> **Data for review**
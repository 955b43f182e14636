import request from 'supertest';
import { beforeAll, describe, expect, it } from 'vitest';
import { Node, Site } from '../../server/models';
import { buildUser, call, signIn, useApi, type Agent } from '../helpers/api';
import { buildNeighbourhood, buildNode, buildSite } from '../helpers/factories';

process.env.CSV_IMPORT_MAX_BYTES = '4096';

const SITE_HEADER = 'name,neighbourhood,latitude,longitude,groundElevationM,antennaHeightM,accessNotes';

describe('CSV import API', () => {
  const ctx = useApi();
  let operator: Agent;
  let admin: Agent;
  let host: Agent;
  let hoodId: number;

  beforeAll(async () => {
    const op = await buildUser({ role: 'operator' });
    hoodId = (await buildNeighbourhood({ name: 'Ferry Lane', operators: [op] })).id;
    await buildNeighbourhood({ name: 'Gull Point' }); // not the operator's
    operator = await signIn(ctx, op);
    admin = await signIn(ctx, await buildUser({ role: 'admin' }));
    host = await signIn(ctx, await buildUser({ role: 'host' }));
  });

  const send = (agent: Agent, kind: string, csv: string | Buffer, query = '', filename = 'import.csv') =>
    agent
      .post(`/api/v1/imports/${kind}${query}`)
      .set('X-CSRF-Token', agent.csrf)
      .attach('file', Buffer.isBuffer(csv) ? csv : Buffer.from(csv), { filename, contentType: 'text/csv' });

  it('refuses signed-out callers (401) and hosts (403)', async () => {
    const out = await request(ctx.app).post('/api/v1/imports/sites').attach('file', Buffer.from(SITE_HEADER), 'a.csv');
    expect(out.status).toBe(401);
    const res = await send(host, 'sites', `${SITE_HEADER}\nA,Ferry Lane,47.6,-38.4,,,`);
    expect(res.status).toBe(403);
    expect(res.body.error.message).toBe('Only admins and operators import sites and nodes.');
  });

  it.each([
    ['an unknown table', 'radios', SITE_HEADER, '', 'kind must be one of sites, nodes'],
    ['a dryRun that is not true or false', 'sites', SITE_HEADER, '?dryRun=maybe', 'dryRun must be true or false'],
    ['a header without latitude', 'sites', 'name,neighbourhood,longitude\nA,Ferry Lane,-38.4', '', 'The header row lacks the column latitude'],
    ['an unknown column', 'sites', `${SITE_HEADER},owner\nA,Ferry Lane,47.6,-38.4,,,,Bob`, '', 'columns Parapet does not know: owner'],
    ['a header with no rows', 'sites', `${SITE_HEADER}\n`, '', 'has a header but no rows'],
  ])('answers 400 for %s', async (_what, kind, csv, query, message) => {
    const res = await send(operator, kind, csv, query);
    expect(res.status).toBe(400);
    expect(res.body.error.message).toContain(message);
  });

  it('answers 400 without a file, 415 for a binary file and 413 for one over the limit', async () => {
    const none = await call(operator, 'post', '/api/v1/imports/sites', {});
    expect(none.status).toBe(400);
    expect(none.body.error.message).toMatch(/No CSV file was sent/);
    const binary = await send(operator, 'sites', Buffer.from([0x50, 0x4b, 0x03, 0x04, 0x00, 0x00, 0x08]), '', 'sheet.csv');
    expect(binary.status).toBe(415);
    expect(binary.body.error.message).toMatch(/Save the sheet as CSV/);
    const big = await send(operator, 'sites', `${SITE_HEADER}\n${'A,Ferry Lane,47.6,-38.4,,,x\n'.repeat(200)}`);
    expect(big.status).toBe(413);
    expect(big.body.error.message).toMatch(/larger than 4 KiB/);
  });

  const mixed = [
    SITE_HEADER,
    'Lantern Roof,Ferry Lane,47.61,-38.41,12,9,Key with the neighbour',
    'Kite Loft,ferry lane,47.62,-38.42,,,', // neighbourhood matched whatever its case
    'Bell Attic,Ferry Lane,97.5,-38.4,,,', // latitude out of range
    'Dune Shed,Gull Point,47.6,-38.4,,,', // a neighbourhood the operator does not run
    'Lantern Roof,Ferry Lane,47.6,-38.4,,,', // the same name twice in one neighbourhood
    'Spar Yard,Ferry Lane,north,-38.4,,-2,', // two errors on one row
  ].join('\r\n');

  it('previews every row with its own errors on a dry run, and writes nothing', async () => {
    const before = await Site.count();
    const res = await send(operator, 'sites', mixed, '?dryRun=true');
    expect(res.status).toBe(200);
    const { rows, validCount, errorCount, columns } = res.body.data;
    expect(columns).toEqual(SITE_HEADER.split(','));
    expect(validCount).toBe(2);
    expect(errorCount).toBe(4);
    expect(rows.map((r: { row: number; errors: unknown[] }) => [r.row, r.errors])).toEqual([
      [1, []],
      [2, []],
      [3, [{ path: 'rows.3.latitude', message: 'rows.3.latitude must be between -90 and 90' }]],
      [4, [{ path: 'rows.4.neighbourhood', message: 'rows.4.neighbourhood "Gull Point" is not a neighbourhood you can see; check the spelling' }]],
      [5, [{ path: 'rows.5.name', message: 'rows.5.name "Lantern Roof" is already a site in Ferry Lane (or earlier in this file); choose another name' }]],
      [
        6,
        [
          { path: 'rows.6.latitude', message: 'rows.6.latitude must be a number' },
          { path: 'rows.6.antennaHeightM', message: 'rows.6.antennaHeightM must be 0 m or more' },
        ],
      ],
    ]);
    expect(rows[0].values).toMatchObject({ name: 'Lantern Roof', neighbourhood: 'Ferry Lane', latitude: '47.61' });
    expect(await Site.count()).toBe(before);
  });

  it('imports nothing when one row is bad, and says which row and field', async () => {
    const before = await Site.count();
    const oneBad = [
      SITE_HEADER,
      'Lantern Roof,Ferry Lane,47.61,-38.41,12,9,',
      'Kite Loft,Ferry Lane,47.62,-38.42,,,',
      'Bell Attic,Ferry Lane,97.5,-38.4,,,',
    ].join('\n');
    const res = await send(operator, 'sites', oneBad);
    expect(res.status).toBe(400);
    expect(res.body.error.message).toBe(
      'Nothing was imported: 1 of 3 rows has an error. First: rows.3.latitude must be between -90 and 90. Fix the file and send it again.',
    );
    expect(res.body.error.details).toEqual([{ path: 'rows.3.latitude', message: 'rows.3.latitude must be between -90 and 90' }]);
    expect(await Site.count()).toBe(before);
    expect(await Site.findOne({ where: { name: 'Lantern Roof' } })).toBeNull();
  });

  it('imports every row of a clean file in one go', async () => {
    const clean = [SITE_HEADER, 'Lantern Roof,Ferry Lane,47.61,-38.41,12,9,"Key with the neighbour, ring twice"', 'Kite Loft,Ferry Lane,47.62,-38.42,,,'].join(
      '\n',
    );
    const res = await send(operator, 'sites', clean);
    expect(res.status).toBe(201);
    expect(res.body.data).toMatchObject({ kind: 'sites', created: 2 });
    const lantern = await Site.findOne({ where: { name: 'Lantern Roof' } });
    expect(lantern).toMatchObject({
      neighbourhoodId: hoodId,
      latitude: 47.61,
      longitude: -38.41,
      groundElevationM: 12,
      antennaHeightM: 9,
      accessNotes: 'Key with the neighbour, ring twice',
    });
    expect((await Site.findOne({ where: { name: 'Kite Loft' } }))!.antennaHeightM).toBe(0); // the schema's default
    const again = await send(operator, 'sites', clean);
    expect(again.status).toBe(400);
    expect(again.body.error.details.map((d: { path: string }) => d.path)).toEqual(['rows.1.name', 'rows.2.name']);
  });

  it('imports nodes onto named sites, in the site’s neighbourhood, all or nothing', async () => {
    await buildNode({ name: 'lf-taken' });
    const otherSite = await buildSite({ name: 'Far Tower' }); // in a neighbourhood the operator does not run
    const header = 'name,site,hardware,firmware,managementAddress,reportIntervalS';
    const bad = [
      header,
      'lf-lantern,Lantern Roof,CPE,Tilecrest 5.1.2,10.9.0.1,60',
      'lf-taken,Kite Loft,,,,',
      'lf-kite,Kite Loft,,,10.9.0.300,abc',
      `lf-far,${otherSite.name},,,,`,
    ].join('\n');
    const res = await send(operator, 'nodes', bad);
    expect(res.status).toBe(400);
    expect(res.body.error.details).toEqual([
      {
        path: 'rows.2.name',
        message: 'rows.2.name "lf-taken" is already a node name (or appears earlier in this file); node names are unique across the network',
      },
      { path: 'rows.3.managementAddress', message: 'rows.3.managementAddress must be an IPv4 address like 10.20.1.1' },
      { path: 'rows.3.reportIntervalS', message: 'rows.3.reportIntervalS must be a number' },
      { path: 'rows.4.site', message: 'rows.4.site "Far Tower" is not a site you can see; check the spelling' },
    ]);
    expect(await Node.count({ where: { name: 'lf-lantern' } })).toBe(0);

    const good = await send(operator, 'nodes', [header, 'lf-lantern,Lantern Roof,CPE,Tilecrest 5.1.2,10.9.0.1,30', 'lf-kite,kite loft,,,,'].join('\n'));
    expect(good.status).toBe(201);
    const lantern = await Node.findOne({ where: { name: 'lf-lantern' } });
    expect(lantern).toMatchObject({ neighbourhoodId: hoodId, hardware: 'CPE', reportIntervalS: 30, managementAddress: '10.9.0.1' });
    expect((await Node.findOne({ where: { name: 'lf-kite' } }))!.reportIntervalS).toBe(60);
  });

  it('lets an admin import into any neighbourhood', async () => {
    const res = await send(admin, 'sites', `${SITE_HEADER}\nDune Shed,Gull Point,47.6,-38.4,,,`);
    expect(res.status).toBe(201);
    expect(res.body.data.created).toBe(1);
  });
});
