import { describe, expect, it } from 'vitest';
import { buildUser, call, signIn, useApi } from '../helpers/api';
import { buildNeighbourhood, buildNode, buildOperatorWithHood, buildSite } from '../helpers/factories';

const BIDI = 'must not contain text-direction control characters (U+202A–U+202E, U+2066–U+2069)';

describe('inputs refused before they reach the database', () => {
  const ctx = useApi();

  it.each([
    ['U+202E (right-to-left override)', 'Roof\u202Egnp.exe'],
    ['U+202A (left-to-right embedding)', '\u202ARoof'],
    ['U+2066 (left-to-right isolate)', 'Roof\u2066x'],
    ['U+2069 (pop directional isolate)', 'Roof\u2069'],
  ])('refuses a site name with %s: 400 naming the field', async (_what, name) => {
    const { hood, agent } = await buildOperatorWithHood(ctx);
    const res = await call(agent, 'post', '/api/v1/sites', { name, neighbourhoodId: hood.id, latitude: 47.6, longitude: -38.4 });
    expect(res.status).toBe(400);
    expect(res.body.error.details).toEqual([{ path: 'name', message: `name ${BIDI}` }]);
    expect(res.body.error.message).toBe(`The request body is invalid: name ${BIDI}.`);
  });

  it('refuses text-direction characters in node, neighbourhood and person names, and in notes', async () => {
    const admin = await signIn(ctx, await buildUser({ role: 'admin' }));
    const site = await buildSite();
    const node = await buildNode({ siteId: site.id });
    const cases: [string, string, object, string][] = [
      ['post', '/api/v1/nodes', { name: 'node\u202E1', siteId: site.id }, 'name'],
      ['patch', `/api/v1/nodes/${node.id}`, { firmware: 'v1\u2067' }, 'firmware'],
      ['post', '/api/v1/neighbourhoods', { name: 'Quay\u202B' }, 'name'],
      ['post', '/api/v1/neighbourhoods', { name: 'Quay', description: 'by the \u202Eharbour' }, 'description'],
      ['patch', `/api/v1/sites/${site.id}`, { accessNotes: 'ladder in the\u2068 shed' }, 'accessNotes'],
      ['post', '/api/v1/users', { email: 'bidi@example.test', name: 'Ana\u202E', role: 'host', password: 'quartz-lantern-meadow-91' }, 'name'],
      ['patch', '/api/v1/me', { phone: '+00 555\u202E 0101' }, 'phone'],
    ];
    for (const [method, url, body, field] of cases) {
      const res = await call(admin, method as 'post', url, body);
      expect(res.status, `${method} ${url}`).toBe(400);
      expect(res.body.error.details, `${method} ${url}`).toEqual([{ path: field, message: `${field} ${BIDI}` }]);
    }
    // Line breaks stay welcome in notes, and plain names still pass.
    const ok = await call(admin, 'patch', `/api/v1/sites/${site.id}`, { accessNotes: 'Key with the neighbour.\nLadder in the shed.' });
    expect(ok.status).toBe(200);
    expect(ok.body.data.accessNotes).toBe('Key with the neighbour.\nLadder in the shed.');
  });

  it('refuses other control characters in names and one-line fields, naming the field', async () => {
    const admin = await signIn(ctx, await buildUser({ role: 'admin' }));
    const hood = await buildNeighbourhood();
    for (const [name, field, body] of [
      ['bell', 'name', { name: 'Roof\u0007', neighbourhoodId: hood.id, latitude: 1, longitude: 1 }],
      ['C1 control', 'name', { name: 'Roof\u0085x', neighbourhoodId: hood.id, latitude: 1, longitude: 1 }],
      [
        'line break in notes is fine, NUL is not',
        'accessNotes',
        { name: 'Roof', neighbourhoodId: hood.id, latitude: 1, longitude: 1, accessNotes: 'a\nb\u0000' },
      ],
    ] as const) {
      const res = await call(admin, 'post', '/api/v1/sites', body);
      expect(res.status, name).toBe(400);
      expect(
        res.body.error.details.map((d: { path: string }) => d.path),
        name,
      ).toEqual([field]);
    }
  });

  it('refuses month=0000-01 and other years outside 2000–2999 instead of reading them as 1900', async () => {
    const admin = await signIn(ctx, await buildUser({ role: 'admin' }));
    for (const month of ['0000-01', '0099-12', '1999-12']) {
      const res = await call(admin, 'get', `/api/v1/reports/availability?month=${month}`);
      expect(res.status, month).toBe(400);
      expect(res.body.error.details).toEqual([{ path: 'month', message: 'month must be a month between 2000 and 2999, like 2026-11' }]);
    }
    const good = await call(admin, 'get', '/api/v1/reports/availability?month=2026-11');
    expect(good.status).toBe(200);
    expect(good.body.data.from).toMatch(/^2026-1[01]-/);
  });

  it('ends a message built from a whole-sentence detail with one full stop, not two', async () => {
    const op = await signIn(ctx, await buildUser({ role: 'operator' }));
    const res = await call(op, 'post', '/api/v1/planning/address-plan', { pool: '10.0.0.5/24', prefixLength: 26, count: 1 });
    expect(res.status).toBe(400);
    expect(res.body.error.message).toBe('The request body is invalid: pool 10.0.0.5/24 has host bits set; the network is 10.0.0.0/24.');
    expect(res.body.error.message.endsWith('..')).toBe(false);
    expect(res.body.error.details).toEqual([{ path: 'pool', message: 'pool 10.0.0.5/24 has host bits set; the network is 10.0.0.0/24.' }]);
  });
});

describe('permission before validation on routes that are not the caller’s at all', () => {
  const ctx = useApi();

  it.each([
    ['post', '/api/v1/planning/link-budget', 'Planning is for operators and admins.'],
    ['post', '/api/v1/planning/regulatory', 'Planning is for operators and admins.'],
    ['post', '/api/v1/planning/address-plan', 'Planning is for operators and admins.'],
    ['post', '/api/v1/planning/planned-links', 'Planning is for operators and admins.'],
    ['post', '/api/v1/planning/channel-plan/apply', 'Planning is for operators and admins.'],
    ['get', '/api/v1/planning/channels?region=XX', 'Planning is for operators and admins.'],
    ['post', '/api/v1/address-plans/allocate', 'Address plans are for operators and admins.'],
    ['patch', '/api/v1/settings/network', 'Only admins change the network settings.'],
    ['post', '/api/v1/outbox/not-a-number/retry', 'Only admins see the outbox: it holds everyone’s mail.'],
    ['get', '/api/v1/outbox?status=nonsense', 'Only admins see the outbox: it holds everyone’s mail.'],
    ['post', '/api/v1/imports/not-a-kind?dryRun=maybe', 'Only admins and operators import sites and nodes.'],
    ['get', '/api/v1/reports/availability?month=0000-01', 'Reports are for admins and operators.'],
    ['post', '/api/v1/users', 'Only admins manage people.'],
    ['delete', '/api/v1/terrain/tiles/not-a-tile', 'Only admins remove terrain tiles.'],
  ])('a host sending nothing useful to %s %s hears 403, not 400', async (method, url, message) => {
    const host = await signIn(ctx, await buildUser({ role: 'host' }));
    const res = await call(host, method as 'post', url, method === 'get' ? undefined : {});
    expect(res.status, JSON.stringify(res.body)).toBe(403);
    expect(res.body.error).toEqual({ code: 'forbidden', message });
  });

  it('still tells an operator what is wrong with the same empty body (400)', async () => {
    const op = await signIn(ctx, await buildUser({ role: 'operator' }));
    const res = await call(op, 'post', '/api/v1/planning/planned-links', {});
    expect(res.status).toBe(400);
    expect(res.body.error.details.map((d: { path: string }) => d.path)).toEqual(expect.arrayContaining(['a', 'b']));
  });
});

> **What the task requires**
Could you return exactly the lines above from the line with "['post', '/api/v1/planning/regulatory', 'Planning" to the line with "['get', '/api/v1/planning/channels?region=XX', 'Planning", both included, and nothing else?

> **Response**
    ['post', '/api/v1/planning/regulatory', 'Planning is for operators and admins.'],
    ['post', '/api/v1/planning/address-plan', 'Planning is for operators and admins.'],
    ['post', '/api/v1/planning/planned-links', 'Planning is for operators and admins.'],
    ['post', '/api/v1/planning/channel-plan/apply', 'Planning is for operators and admins.'],
    ['get', '/api/v1/planning/channels?region=XX', 'Planning is for operators and admins.'],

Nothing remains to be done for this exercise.